package spin

import (
	"errors"
	"math"
	"os"
	"strings"
	"testing"
)

// traceDiff renders both line lists as 1 Hz Lorentzians over a's span and
// returns the largest difference relative to a's tallest point.
func traceDiff(a, b []Line, field float64) float64 {
	lo, hi := Span(a, 0.1)
	_, ya := Render(a, field, lo, hi, 4000, 1.0)
	_, yb := Render(b, field, lo, hi, 4000, 1.0)
	d, top := 0.0, 0.0
	for i := range ya {
		d = math.Max(d, math.Abs(ya[i]-yb[i]))
		top = math.Max(top, ya[i])
	}
	return d / top
}

// TestFragmentApproachesExact: a 10-spin chain (Δν/J ≈ 3 between
// neighbours at 400 MHz) refused for exact simulation by MaxSpins 8 is
// simulated by fragments in Auto mode. Reference: the exact
// diagonalisation of the whole cluster (this package's Exact mode, itself
// checked against the closed-form AB, A2B and ABX analyses in
// closedform_test.go).
//   - Fragments as large as the cluster contain all of it, so the spectrum
//     is the exact one but for the attribution of transitions to groups by
//     weight and the scaling of each group to its count (see
//     fragmentLines): within 1% of the tallest point (measured 0.41%).
//   - Fragments of 8 spins reproduce the rendered spectrum to within 2.5%
//     of its tallest point (measured 0.40%), where first-order splitting is
//     off by more than half of it (measured 69%).
//   - Every group's lines sum to its Count to within 0.1%, none is
//     negative, and the physical lines (Result.Spectrum) sum to the number
//     of nuclei.
func TestFragmentApproachesExact(t *testing.T) {
	t.Parallel()
	sys := chain(10, 0.05)
	ex, err := Simulate(sys, Options{FieldMHz: 400, Mode: Exact})
	if err != nil {
		t.Fatal(err)
	}
	fo, err := Simulate(sys, Options{FieldMHz: 400, Mode: FirstOrder})
	if err != nil {
		t.Fatal(err)
	}
	d := traceDiff(ex.Lines, fo.Lines, 400)
	t.Logf("first-order: largest trace difference %.0f%% of the tallest point", 100*d)
	if d < 0.5 {
		t.Fatalf("first-order differs from exact by only %.3f: the test system is not strongly coupled", d)
	}
	for _, tc := range []struct {
		frag int
		tol  float64
	}{{10, 0.01}, {8, 0.025}} {
		fr, err := Simulate(sys, Options{FieldMHz: 400, Mode: Auto, MaxSpins: 8, FragmentSpins: tc.frag})
		if err != nil {
			t.Fatalf("fragments of %d: %v", tc.frag, err)
		}
		d := traceDiff(ex.Lines, fr.Lines, 400)
		t.Logf("fragments of %d: largest trace difference %.2f%% of the tallest point", tc.frag, 100*d)
		if d > tc.tol {
			t.Errorf("fragments of %d: trace differs from exact by %.3g of its height, want ≤ %g", tc.frag, d, tc.tol)
		}
		sum := make([]float64, len(sys.Groups))
		for _, l := range fr.Lines {
			sum[l.Group] += l.Intensity
		}
		for _, l := range fr.Lines {
			if l.Intensity < 0 {
				t.Fatalf("fragments of %d: negative line %+v", tc.frag, l)
			}
		}
		phys := 0.0
		for _, l := range fr.Spectrum() {
			phys += l.Intensity
		}
		if math.Abs(phys-float64(len(sys.Groups))) > 1e-6 {
			t.Errorf("fragments of %d: physical lines sum to %.6f, want %d", tc.frag, phys, len(sys.Groups))
		}
		for g, s := range sum {
			if math.Abs(s-1) > 1e-3 {
				t.Errorf("fragments of %d: group %d lines sum to %.5f, want 1", tc.frag, g, s)
			}
			if fr.ModeUsed[g] != Fragment {
				t.Errorf("fragments of %d: group %d mode %v, want fragment", tc.frag, g, fr.ModeUsed[g])
			}
		}
	}
	// Exact mode still refuses: fragments are an approximation.
	if _, err := Simulate(sys, Options{FieldMHz: 400, Mode: Exact, MaxSpins: 8}); !errors.Is(err, ErrTooLarge) {
		t.Errorf("Exact mode with MaxSpins 8: error %v, want ErrTooLarge", err)
	}
}

// TestFragmentGrowth: the fragment of a chain's end group takes its
// neighbours in order along the chain (strongest path first) and stops at
// the work of the given number of spins. This checks our own growth rule
// (fragment.go), not an outside result; its effect on the spectrum is
// checked against exact simulation above.
func TestFragmentGrowth(t *testing.T) {
	t.Parallel()
	es := reduce(chain(10, 0.05), 400)
	c := make([]int, len(es.g))
	for i := range c {
		c[i] = i
	}
	f := es.fragment(0, c, 4)
	want := []int{0, 1, 2, 3}
	if len(f) != len(want) {
		t.Fatalf("fragment %v, want %v", f, want)
	}
	for i := range f {
		if f[i] != want[i] {
			t.Fatalf("fragment %v, want %v", f, want)
		}
	}
	mid := es.fragment(5, c, 3)
	if len(mid) != 3 || mid[0] != 5 || !(mid[1] == 4 || mid[1] == 6) || !(mid[2] == 4 || mid[2] == 6) || mid[1] == mid[2] {
		t.Errorf("fragment of the middle group %v, want 5 with its two neighbours", mid)
	}
}

// TestFragment14Accuracy measures the fragment approximation on the
// 14-spin chain of BenchmarkCluster14 against its exact simulation, which
// takes about a minute and 1 GB, so it runs only with SHIFTWISE_SLOW=1.
// Reference: exact diagonalisation, as in TestFragmentApproachesExact.
func TestFragment14Accuracy(t *testing.T) {
	if os.Getenv("SHIFTWISE_SLOW") == "" {
		t.Skip("set SHIFTWISE_SLOW=1 to compare fragments with the exact 14-spin simulation (about a minute, 1 GB)")
	}
	sys := chain(14, 0.05)
	ex, err := Simulate(sys, Options{FieldMHz: 400, Mode: Exact, MaxSpins: 14})
	if err != nil {
		t.Fatal(err)
	}
	for _, frag := range []int{6, 7, 8, 9, 10} {
		fr, err := Simulate(sys, Options{FieldMHz: 400, Mode: Auto, FragmentSpins: frag})
		if err != nil {
			t.Fatal(err)
		}
		d := traceDiff(ex.Lines, fr.Lines, 400)
		t.Logf("fragments of %2d spins: %6d lines (exact %d), largest trace difference %.2f%% of the tallest point", frag, len(fr.Lines), len(ex.Lines), 100*d)
		if d > 0.025 && frag >= DefaultFragmentSpins {
			t.Errorf("fragments of %d: trace differs from exact by %.4f, want ≤ 0.025", frag, d)
		}
	}
}

// TestFragmentNotesAndLimit: Auto mode says where it approximated. A
// 14-spin chain is simulated by fragments with a note; a 40-spin chain,
// more groups than MaxFragmentGroups, falls back to first-order with a
// note, and its end group is then the first-order doublet of doublets of
// its two partners (J = 7 and 1.5 Hz; Pascal's triangle).
func TestFragmentNotesAndLimit(t *testing.T) {
	t.Parallel()
	// Group "x" is magnetically equivalent to the end group "a" (same shift,
	// same couplings) and merged with it; the note names it too.
	sys := chain(14, 0.05)
	sys.Groups = append(sys.Groups, Group{Name: "x", ShiftPPM: sys.Groups[0].ShiftPPM, Count: 1})
	sys.Couplings = append(sys.Couplings, Coupling{14, 1, 7}, Coupling{14, 2, 1.5})
	res, err := Simulate(sys, Options{FieldMHz: 400})
	if err != nil {
		t.Fatal(err)
	}
	if len(res.Notes) != 1 || !strings.Contains(res.Notes[0], "fragments") || !strings.Contains(res.Notes[0], "a, x, b") {
		t.Errorf("14 spins: notes %q, want one about fragments naming a, x, b, …", res.Notes)
	}
	res, err = Simulate(chain(40, 0.01), Options{FieldMHz: 400})
	if err != nil {
		t.Fatal(err)
	}
	if len(res.Notes) != 1 || !strings.Contains(res.Notes[0], "first-order") {
		t.Errorf("40 spins: notes %q, want one about first-order", res.Notes)
	}
	var end []Line
	for _, l := range res.Lines {
		if l.Group == 0 {
			end = append(end, l)
		}
	}
	if res.ModeUsed[0] != FirstOrder || len(end) != 4 {
		t.Fatalf("40 spins: end group mode %v with %d lines, want first-order dd", res.ModeUsed[0], len(end))
	}
	if d := end[3].Hz - end[0].Hz; math.Abs(d-8.5) > 1e-9 {
		t.Errorf("dd spans %.4f Hz, want 7 + 1.5", d)
	}
}
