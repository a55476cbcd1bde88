// Package spin simulates the 1H NMR line spectrum of an isotropic spin
// system: groups of magnetically equivalent nuclei with chemical shifts and
// scalar couplings.
//
// # Conventions
//
// Frequencies are in Hz from 0 ppm at the 1H observe frequency: a group at
// δ ppm sits at ν = δ·FieldMHz Hz, so a higher shift gives a higher
// frequency. The Hamiltonian, in Hz, is
//
//	H = Σ ν_i Iz_i + Σ_{i<j} J_ij I_i·I_j
//
// and a transition from an eigenstate |a> of total Mz = M to an eigenstate |b>
// of Mz = M−1 appears at E_a − E_b with intensity |<b|F−|a>|², F− = Σ I−_i.
// With this sign choice a single spin appears at +ν, as in the first-order
// picture. Intensities are scaled so that the lines of a group sum to the
// group's Count (the sum rule: the whole spectrum sums to the number of 1H
// nuclei).
//
// # Modes
//
// FirstOrder splits each 1H group successively by all its partners: k
// equivalent spin-1/2 partners with coupling J give k+1 lines J apart with
// binomial intensities (Pascal's triangle).
//
// Exact diagonalises the Hamiltonian of each coupled cluster. The product
// basis is block-diagonal in total Mz; each block is built directly and
// diagonalised (Householder tridiagonalisation with gonum's LAPACK, then
// implicit QL with the plane rotations applied row by row, which is
// cache-friendly for row-major storage), so the full 2^n matrix is never
// formed. When the spins' frequencies are symmetric about a centre and the
// couplings symmetric under the matching exchange of spins (a mirror
// symmetry, see mirror.go), only half of the blocks are diagonalised, the
// middle block in two halves, and the other lines are mirror images. A group of n magnetically equivalent spin-1/2 nuclei is replaced by
// composite particles of total spin F (n=3: F=3/2 once and F=1/2 twice) and
// the sub-spectra are weighted by the multiplicities, which keeps clusters
// with several CH3 and CH2 groups small. Groups whose members are given
// separately but are magnetically equivalent (same shift, same couplings to
// every other nucleus) are merged first; couplings inside such a set leave no
// trace in the spectrum.
//
// Auto forms clusters from strong couplings (|Δν| < StrongRatio·|J|, default
// ratio 10, common practice) and simulates each cluster of two or more groups
// exactly; single groups are treated first-order. Exact forms clusters from
// all non-zero 1H–1H couplings.
//
// Couplings from a cluster to spins outside it (19F and 31P, which are always
// weakly coupled to 1H, and in Auto mode the 1H groups of other clusters) are
// treated in the X approximation: each spin-state configuration of the outside
// partners shifts the cluster's frequencies by Σ J·m, and the sub-spectra are
// weighted by the binomial populations. To bound the cost, the partners with
// the largest |J| are treated so (up to 16 configurations) and the remaining
// ones split the cluster's lines first-order afterwards, line by line, by the
// coupling of the group the line is attributed to.
//
// # Attribution
//
// The intensity of a transition is |<b|F−|a>|² = Σ_g Re(<b|F−_g|a>*<b|F−|a>),
// where F−_g is the lowering operator of group g; each term is reported as a
// Line of group g. The terms of one group sum to its Count (to about 0.1%:
// shares below 1e-4 of a line are given to the line's largest share, which
// keeps the line's total exact).
//
// # Limits
//
// Exact simulation refuses a cluster larger than Options.MaxSpins allows
// (default 12 distinct spin-1/2 nuclei: largest Mz block 924 states; the
// work, Σ d³ over all blocks and spin combinations, is bounded the same way)
// with an error wrapping ErrTooLarge that suggests first-order mode, rather
// than exhausting memory. Auto mode instead simulates such a cluster by
// fragments (fragment.go): each group with its most strongly coupled
// neighbours, up to Options.FragmentSpins (default 9) spins, keeping only
// that group's lines; Result.ModeUsed reports Fragment for its groups. On a
// 14-spin chain with Δν/J ≈ 3 this is within about 0.7% of the exact
// spectrum's height at a small fraction of the cost (TestFragment14Accuracy);
// clusters of nearly coincident shifts need larger fragments (see
// DefaultFragmentSpins). Composite particles make clusters of CH3 and CH2
// groups much cheaper than their number of nuclei suggests.
//
// Blocks are diagonalised on GOMAXPROCS goroutines, the costliest first,
// and the lines between adjacent blocks computed as soon as both are known
// (schedule in hamiltonian.go); a block's eigenvectors are dropped once the
// lines on both its sides are done, and no new block is started while
// GOMAXPROCS+2 are held (for 12 spins on two cores, four matrices of at
// most 924² values, about 27 MB). Large eigenproblems also share their
// rotation work among the goroutines. Large matrices and line slices are
// reused through buffer pools (pool.go) rather than left to the garbage
// collector. The line list
// itself, tens to hundreds of thousands of lines for 10–12 strongly coupled
// spins, is usually the larger part of the memory.
//
// Exact transitions weaker than MinLine (1e-6 of one nucleus) are not
// listed; their total is Result.Dropped, so that the lines plus Dropped obey
// the sum rule. Lines closer than 0.001 Hz are merged.
package spin
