package spin

import (
	"bufio"
	"bytes"
	"errors"
	"fmt"
	"math"
	"os"
	"regexp"
	"sort"
	"strings"

	"github.com/BurntSushi/toml"

	"shiftwise/internal/fileerr"
)

// File is a spin-system file: a small TOML description of groups and
// couplings, e.g.
//
//	field_mhz = 400          # optional
//	line_width_hz = 0.8      # optional
//	[[group]]
//	name = "a"
//	shift_ppm = 5.80
//	count = 1                # optional, default 1
//	nucleus = "1H"           # optional: 1H (default), 19F or 31P
//	[[coupling]]
//	between = ["a", "b"]
//	j_hz = 17.0
//
// Values are bounded so that a typo (a shift in Hz, a field in Hz or GHz)
// is refused with its file:line:key instead of simulated: shift_ppm within
// ±MaxFileShiftPPM, j_hz within ±MaxFileJHz, field_mhz in
// [MinFileFieldMHz, MaxFileFieldMHz] and line_width_hz in (0,
// MaxFileLineWidthHz].
type File struct {
	Name        string  // file name used in messages
	FieldMHz    float64 // 0 when the file does not say
	LineWidthHz float64 // 0 when the file does not say
	System      System
}

// FileError is an error at a line of a spin-system file (file, line, key,
// message), printed as "file:line: key: msg".
type FileError = fileerr.Error

// FileErrors is a list of errors in one file, sorted by line.
type FileErrors []*FileError

// Error reads like the first error, with the number of further ones.
func (l FileErrors) Error() string {
	switch len(l) {
	case 0:
		return "no errors"
	case 1:
		return l[0].Error()
	}
	return fmt.Sprintf("%s (and %d more errors)", l[0], len(l)-1)
}

// Err returns nil for an empty list, else the list.
func (l FileErrors) Err() error {
	if len(l) == 0 {
		return nil
	}
	sort.SliceStable(l, func(i, k int) bool { return l[i].Line < l[k].Line })
	return l
}

type rawFile struct {
	FieldMHz    *float64      `toml:"field_mhz"`
	LineWidthHz *float64      `toml:"line_width_hz"`
	Group       []rawGroup    `toml:"group"`
	Coupling    []rawCoupling `toml:"coupling"`
}

type rawGroup struct {
	Name     *string  `toml:"name"`
	ShiftPPM *float64 `toml:"shift_ppm"`
	Count    *int64   `toml:"count"`
	Nucleus  *string  `toml:"nucleus"`
}

type rawCoupling struct {
	Between []string `toml:"between"`
	JHz     *float64 `toml:"j_hz"`
}

// ReadFile reads and parses the spin-system file at path.
func ReadFile(path string) (*File, error) {
	data, err := os.ReadFile(path)
	if err != nil {
		return nil, err
	}
	return ParseFile(data, path)
}

// ParseFile parses a spin-system file; name is used in messages. Errors are
// FileErrors naming the file, line and key.
func ParseFile(data []byte, name string) (*File, error) {
	var raw rawFile
	md, err := toml.NewDecoder(bytes.NewReader(data)).Decode(&raw)
	if err != nil {
		var pe toml.ParseError
		if errors.As(err, &pe) {
			return nil, FileErrors{{File: name, Line: pe.Position.Line, Key: pe.LastKey, Msg: pe.Message}}
		}
		return nil, FileErrors{{File: name, Msg: strings.TrimPrefix(err.Error(), "toml: ")}}
	}
	p := &fileParser{name: name, loc: locate(data)}
	for _, k := range md.Undecoded() {
		p.errorf(p.loc.find(k), k.String(), "unknown key")
	}
	f := p.build(&raw)
	if err := p.errs.Err(); err != nil {
		return nil, err
	}
	return f, nil
}

type fileParser struct {
	name string
	loc  locator
	errs FileErrors
}

func (p *fileParser) errorf(line int, key, format string, args ...any) {
	p.errs = append(p.errs, &FileError{File: p.name, Line: line, Key: key, Msg: fmt.Sprintf(format, args...)})
}

// Bounds of the values of a spin-system file. The largest 1H, 19F and 31P
// shifts lie within a few hundred ppm and the largest H–P couplings (1J, in
// phosphines and phosphonates) below about 700 Hz (common practice, no
// source); 1H observe frequencies run from about 40 to 1200 MHz.
const (
	MaxFileShiftPPM    = 1000.0
	MaxFileJHz         = 1000.0
	MinFileFieldMHz    = 1.0
	MaxFileFieldMHz    = 10000.0
	MaxFileLineWidthHz = 1000.0
)

func finite(x float64) bool { return !math.IsNaN(x) && !math.IsInf(x, 0) }

func (p *fileParser) build(raw *rawFile) *File {
	f := &File{Name: p.name}
	if raw.FieldMHz != nil {
		if f.FieldMHz = *raw.FieldMHz; !(f.FieldMHz > 0) || !finite(f.FieldMHz) {
			p.errorf(p.loc.line("", 0, "field_mhz"), "field_mhz", "must be a positive number of MHz, found %v", f.FieldMHz)
		} else if f.FieldMHz < MinFileFieldMHz || f.FieldMHz > MaxFileFieldMHz {
			p.errorf(p.loc.line("", 0, "field_mhz"), "field_mhz", "must be the 1H observe frequency in MHz, between %g and %g (e.g. 400), found %v",
				MinFileFieldMHz, MaxFileFieldMHz, f.FieldMHz)
		}
	}
	if raw.LineWidthHz != nil {
		if f.LineWidthHz = *raw.LineWidthHz; !(f.LineWidthHz > 0) || !finite(f.LineWidthHz) || f.LineWidthHz > MaxFileLineWidthHz {
			p.errorf(p.loc.line("", 0, "line_width_hz"), "line_width_hz", "must be a positive number of Hz up to %g, found %v", MaxFileLineWidthHz, f.LineWidthHz)
		}
	}
	if len(raw.Group) == 0 {
		p.errorf(0, "group", "no [[group]] tables: expected at least one group")
	}
	index := map[string]int{}
	for i, g := range raw.Group {
		f.System.Groups = append(f.System.Groups, p.group(i, g, index))
	}
	seen := map[[2]int]int{}
	for i, c := range raw.Coupling {
		if cp, ok := p.coupling(i, c, index, seen); ok {
			f.System.Couplings = append(f.System.Couplings, cp)
		}
	}
	return f
}

func (p *fileParser) group(i int, g rawGroup, index map[string]int) Group {
	key := func(k string) (int, string) {
		return p.loc.line("group", i, k), fmt.Sprintf("group[%d].%s", i+1, k)
	}
	out := Group{Count: 1, Nucleus: "1H"}
	if g.Name == nil || *g.Name == "" {
		l, k := key("name")
		p.errorf(l, k, "missing group name")
	} else {
		out.Name = *g.Name
		if prev, dup := index[out.Name]; dup {
			l, k := key("name")
			p.errorf(l, k, "duplicate group name %q (first used by group %d)", out.Name, prev+1)
		} else {
			index[out.Name] = i
		}
	}
	if g.ShiftPPM == nil {
		l, k := key("shift_ppm")
		p.errorf(l, k, "missing shift")
	} else if out.ShiftPPM = *g.ShiftPPM; !finite(out.ShiftPPM) {
		l, k := key("shift_ppm")
		p.errorf(l, k, "shift must be a finite number, found %v", out.ShiftPPM)
	} else if math.Abs(out.ShiftPPM) > MaxFileShiftPPM {
		l, k := key("shift_ppm")
		p.errorf(l, k, "shift must be within ±%g ppm, found %v", MaxFileShiftPPM, out.ShiftPPM)
	}
	if g.Count != nil {
		if c := *g.Count; c < 1 || c > MaxCount {
			l, k := key("count")
			p.errorf(l, k, "count must be between 1 and %d, found %d", MaxCount, c)
		} else {
			out.Count = int(c)
		}
	}
	if g.Nucleus != nil {
		switch *g.Nucleus {
		case "1H", "19F", "31P":
			out.Nucleus = *g.Nucleus
		default:
			l, k := key("nucleus")
			p.errorf(l, k, "unknown nucleus %q (expected 1H, 19F or 31P)", *g.Nucleus)
		}
	}
	return out
}

func (p *fileParser) coupling(i int, c rawCoupling, index map[string]int, seen map[[2]int]int) (Coupling, bool) {
	key := func(k string) (int, string) {
		return p.loc.line("coupling", i, k), fmt.Sprintf("coupling[%d].%s", i+1, k)
	}
	ok := true
	var ab [2]int
	if len(c.Between) != 2 {
		l, k := key("between")
		p.errorf(l, k, "expected two group names, found %d", len(c.Between))
		ok = false
	} else {
		for n, name := range c.Between {
			g, known := index[name]
			if !known {
				l, k := key("between")
				p.errorf(l, k, "unknown group %q", name)
				ok = false
			}
			ab[n] = g
		}
		if ok && ab[0] == ab[1] {
			l, k := key("between")
			p.errorf(l, k, "couples group %q to itself (a coupling inside an equivalent group leaves no trace)", c.Between[0])
			ok = false
		}
	}
	if ok {
		pair := [2]int{min(ab[0], ab[1]), max(ab[0], ab[1])}
		if prev, dup := seen[pair]; dup {
			l, k := key("between")
			p.errorf(l, k, "groups %q and %q are already coupled by coupling %d", c.Between[0], c.Between[1], prev+1)
			ok = false
		}
		seen[pair] = i
	}
	j := 0.0
	if c.JHz == nil {
		l, k := key("j_hz")
		p.errorf(l, k, "missing coupling constant")
		ok = false
	} else if j = *c.JHz; !finite(j) {
		l, k := key("j_hz")
		p.errorf(l, k, "J must be a finite number, found %v", j)
		ok = false
	} else if math.Abs(j) > MaxFileJHz {
		l, k := key("j_hz")
		p.errorf(l, k, "J must be within ±%g Hz, found %v", MaxFileJHz, j)
		ok = false
	}
	return Coupling{A: ab[0], B: ab[1], JHz: j}, ok
}

// locator maps keys of the file to line numbers by a light scan of the
// text: table headers and "key =" lines. It serves messages only; the TOML
// decoder does the parsing.
type locator struct {
	keys    map[string]int // "table/index/key" → line
	headers map[string]int // "table/index" → line of the header
}

var (
	headerRE = regexp.MustCompile(`^\s*\[\[\s*([A-Za-z0-9_-]+)\s*\]\]`)
	tableRE  = regexp.MustCompile(`^\s*\[\s*([A-Za-z0-9_.-]+)\s*\]`)
	keyRE    = regexp.MustCompile(`^\s*"?([A-Za-z0-9_-]+)"?\s*=`)
)

func locate(data []byte) locator {
	l := locator{keys: map[string]int{}, headers: map[string]int{}}
	count := map[string]int{}
	table, idx := "", 0
	sc := bufio.NewScanner(bytes.NewReader(data))
	sc.Buffer(make([]byte, 64*1024), 1<<20)
	for n := 1; sc.Scan(); n++ {
		text := sc.Text()
		if m := headerRE.FindStringSubmatch(text); m != nil {
			table, idx = m[1], count[m[1]]
			count[m[1]]++
			l.headers[fmt.Sprintf("%s/%d", table, idx)] = n
		} else if m := tableRE.FindStringSubmatch(text); m != nil {
			table, idx = m[1], 0
		} else if m := keyRE.FindStringSubmatch(text); m != nil {
			k := fmt.Sprintf("%s/%d/%s", table, idx, m[1])
			if _, ok := l.keys[k]; !ok {
				l.keys[k] = n
			}
		}
	}
	return l
}

// line returns the line of key in the idx-th table (0 when unknown; the
// table header when the key is absent).
func (l locator) line(table string, idx int, key string) int {
	if n, ok := l.keys[fmt.Sprintf("%s/%d/%s", table, idx, key)]; ok {
		return n
	}
	return l.headers[fmt.Sprintf("%s/%d", table, idx)]
}

// find returns the first line holding the undecoded key k.
func (l locator) find(k toml.Key) int {
	if len(k) == 0 {
		return 0
	}
	table, last := strings.Join(k[:len(k)-1], "."), k[len(k)-1]
	best := 0
	for key, n := range l.keys {
		parts := strings.SplitN(key, "/", 3)
		if parts[0] == table && parts[2] == last && (best == 0 || n < best) {
			best = n
		}
	}
	if best == 0 && len(k) == 1 {
		for key, n := range l.headers {
			if strings.HasPrefix(key, last+"/") && (best == 0 || n < best) {
				best = n
			}
		}
	}
	return best
}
----------------
__Assignment__. When copying the data above, please keep exactly the lines from its first line through the line with "a's tallest point.", both ends included, and drop the rest.

__Written response__.
package spin

import (
	"errors"
	"math"
	"os"
	"strings"
	"testing"
)

// traceDiff renders both line lists as 1 Hz Lorentzians over a's span and
// returns the largest difference relative to a's tallest point.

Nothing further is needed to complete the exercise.